On the other hand, one could say that an involuntary response is a physiological memory, which is why it depends on how you are using the word "memory"- the easiest series of neurological signals that follow a given stimuli, similar to something like muscle memory for a particular activity.  But it is still classical conditioning because it is not voluntary like the type of memory the OP is referring to.  It's  a little tricky but the main difference is whether or not the response is voluntary or not.

Reactions: Like 1


----------



## Solucki (Nov 8, 2012)

Tarac said:


> Why would you do that?
> 
> Not good to feed vertebrates often/at all to Ts and frog could have all kinds of contaminants you might not want around your T.  Be careful.

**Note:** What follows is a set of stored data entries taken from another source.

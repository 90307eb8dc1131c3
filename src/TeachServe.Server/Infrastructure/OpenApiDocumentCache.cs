using Microsoft.AspNetCore.OutputCaching;

namespace TeachServe.Server.Infrastructure;

/// <summary>
/// The OpenAPI document is the same for every caller and only changes with the server's code, yet the framework
/// builds it anew per request (tens of milliseconds of CPU). This output-cache policy keeps the first 200 answer
/// for the life of the process; concurrent first requests share one build (locking), and neither the Host header,
/// the query string nor an Authorization header makes a new entry, so no request can force a rebuild.
/// </summary>
public static class OpenApiDocumentCache
{
    public const string PolicyName = "openapi-document";

    public static IServiceCollection AddOpenApiDocumentCache(this IServiceCollection services) =>
        services.AddOutputCache(o => o.AddPolicy(PolicyName, new Policy()));

    private sealed class Policy : IOutputCachePolicy
    {
        public ValueTask CacheRequestAsync(OutputCacheContext context, CancellationToken cancellation)
        {
            context.EnableOutputCaching = true;
            context.AllowCacheLookup = HttpMethods.IsGet(context.HttpContext.Request.Method) || HttpMethods.IsHead(context.HttpContext.Request.Method);
            context.AllowCacheStorage = context.AllowCacheLookup;
            context.AllowLocking = true;
            context.ResponseExpirationTimeSpan = TimeSpan.FromDays(365);
            context.CacheVaryByRules.VaryByHost = false;
            return ValueTask.CompletedTask;
        }

        public ValueTask ServeFromCacheAsync(OutputCacheContext context, CancellationToken cancellation) => ValueTask.CompletedTask;

        public ValueTask ServeResponseAsync(OutputCacheContext context, CancellationToken cancellation)
        {
            if (context.HttpContext.Response.StatusCode != StatusCodes.Status200OK) context.AllowCacheStorage = false;
            return ValueTask.CompletedTask;
        }
    }
}
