using System.Text;

namespace TeachServe.Server.Infrastructure;

/// <summary>What the server prints once it is ready: keys shown once, and how to try the demo.</summary>
public sealed class StartupBanner(TextWriter output)
{
    private readonly List<(string Name, string Value)> _lines = [];

    public IReadOnlyList<(string Name, string Value)> Lines => _lines;

    public void Add(string name, string value) => _lines.Add((name, value));

    public void Print()
    {
        var text = new StringBuilder();
        text.AppendLine().AppendLine("TeachServe is ready.");
        var width = _lines.Count == 0 ? 0 : _lines.Max(l => l.Name.Length);
        foreach (var (name, value) in _lines)
            text.Append("  ").Append(name.PadRight(width)).Append("  ").AppendLine(value);
        output.Write(text.ToString());
        output.Flush();
    }
}
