using System.Text.Encodings.Web;
using System.Text.Json;
using System.Text.Json.Serialization;

namespace TeachServe.Server.Infrastructure;

/// <summary>
/// One JSON dialect for requests, responses and stored documents: camelCase, strict numbers, unknown
/// members rejected (a typo in a setting should fail loudly, not be ignored), nullability respected.
/// </summary>
public static class Json
{
    public static readonly JsonSerializerOptions Options = Configure(new JsonSerializerOptions(JsonSerializerDefaults.Web));

    public static JsonSerializerOptions Configure(JsonSerializerOptions o)
    {
        o.PropertyNamingPolicy = JsonNamingPolicy.CamelCase;
        o.NumberHandling = JsonNumberHandling.Strict;
        o.UnmappedMemberHandling = JsonUnmappedMemberHandling.Disallow;
        o.RespectNullableAnnotations = true;
        o.RespectRequiredConstructorParameters = true;
        o.AllowTrailingCommas = false;
        o.ReadCommentHandling = JsonCommentHandling.Disallow;
        o.MaxDepth = 32;
        o.DefaultIgnoreCondition = JsonIgnoreCondition.WhenWritingNull;
        o.Encoder = JavaScriptEncoder.UnsafeRelaxedJsonEscaping;
        return o;
    }

    public static string Serialize<T>(T value) => JsonSerializer.Serialize(value, Options);

    public static T Deserialize<T>(string json) => JsonSerializer.Deserialize<T>(json, Options)
        ?? throw new JsonException($"Expected a {typeof(T).Name}, found null.");
}
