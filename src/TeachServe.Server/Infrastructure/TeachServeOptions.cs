namespace TeachServe.Server.Infrastructure;

/// <summary>Everything an operator can set, bound from the <c>TeachServe</c> configuration section.</summary>
public sealed class TeachServeOptions
{
    public const string Section = "TeachServe";

    /// <summary>Server admin key. When unset, one is generated on first start, printed once and stored hashed.</summary>
    public string? AdminKey { get; set; }

    /// <summary>Folder for the SQLite database (relative paths are resolved against the working directory).</summary>
    public string DataDirectory { get; set; } = "data";

    /// <summary>Load the <c>weld-seams</c> demo project on first start.</summary>
    public bool LoadDemo { get; set; } = true;

    /// <summary>Folder of the demo project (project.json + items.jsonl); defaults to the copy shipped beside the server.</summary>
    public string? DemoProjectDirectory { get; set; }

    /// <summary>Base address used in annotator launch links; defaults to the address of the incoming request.</summary>
    public string? PublicBaseUrl { get; set; }

    /// <summary>Write the keys and demo link to standard output on first start.</summary>
    public bool PrintStartupBanner { get; set; } = true;

    /// <summary>A session token stops working after this long without use.</summary>
    public TimeSpan SessionIdleTimeout { get; set; } = TimeSpan.FromHours(4);

    public DatabaseOptions Database { get; set; } = new();
    public RateLimitOptions RateLimit { get; set; } = new();
    public UploadOptions Uploads { get; set; } = new();
    public WebhookOptions Webhooks { get; set; } = new();
    public CompileOptions Compile { get; set; } = new();
}

public sealed class DatabaseOptions
{
    /// <summary><c>sqlite</c> (default) or <c>postgres</c>.</summary>
    public string Provider { get; set; } = DatabaseProviders.Sqlite;

    /// <summary>Connection string; for SQLite it defaults to <c>{DataDirectory}/teachserve.db</c>.</summary>
    public string? ConnectionString { get; set; }
}

public static class DatabaseProviders
{
    public const string Sqlite = "sqlite";
    public const string Postgres = "postgres";
}

public sealed class RateLimitOptions
{
    /// <summary>Requests per key (or per client address without a key) in one window.</summary>
    public int PermitLimit { get; set; } = 1200;
    public TimeSpan Window { get; set; } = TimeSpan.FromMinutes(1);
}

public sealed class UploadOptions
{
    public long MaxUploadBytes { get; set; } = 32 * 1024 * 1024;
    public int MaxItemsPerUpload { get; set; } = 50_000;
    public int MaxItemsPerProject { get; set; } = 100_000;
}

public sealed class WebhookOptions
{
    public int MaxAttempts { get; set; } = 15;
    public TimeSpan InitialBackoff { get; set; } = TimeSpan.FromSeconds(10);
    public TimeSpan MaxBackoff { get; set; } = TimeSpan.FromHours(1);
    public TimeSpan RequestTimeout { get; set; } = TimeSpan.FromSeconds(10);
    /// <summary>How often the outbox is scanned when nothing signals new work.</summary>
    public TimeSpan PollInterval { get; set; } = TimeSpan.FromSeconds(30);
}

public sealed class CompileOptions
{
    /// <summary>Projects with at most this many items compile within the request; larger ones in the background.</summary>
    public int InlineMaxItems { get; set; } = 5_000;
}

I know it was kinda selfish of me. Didn't think it through very well. Feel bad about it now. 

So I'm narrowing down the list I have:
1. GBB
2. P. irminia
3. H. Incei
4. A. Dispersipes
5. Another a. Versi I can add to cage. 
I'm not really worried about speed or defensiveness mainly just venom potency. I think I need to visit someone with a descent collection so I can window shop. I wanna get them all. Anyone here live in Austin or San Antonio that'll let me?


----------



## vespers (Nov 8, 2012)

Solucki said:


> So I'm narrowing down the list I have:
> 1. GBB
> 2. P. irminia
> 3. H. Incei
> ...


You might want to take that P. irminia off of your list, then.


----------



## poisoned (Nov 8, 2012)

Tarac said:


> On the other hand, one could say that an involuntary response is a physiological memory, which is why it depends on how you are using the word "memory"- the easiest series of neurological signals that follow a given stimuli, similar to something like muscle memory for a particular activity.  But it is still classical conditioning because it is not voluntary like the type of memory the OP is referring to.  It's  a little tricky but the main difference is whether or not the response is voluntary or not.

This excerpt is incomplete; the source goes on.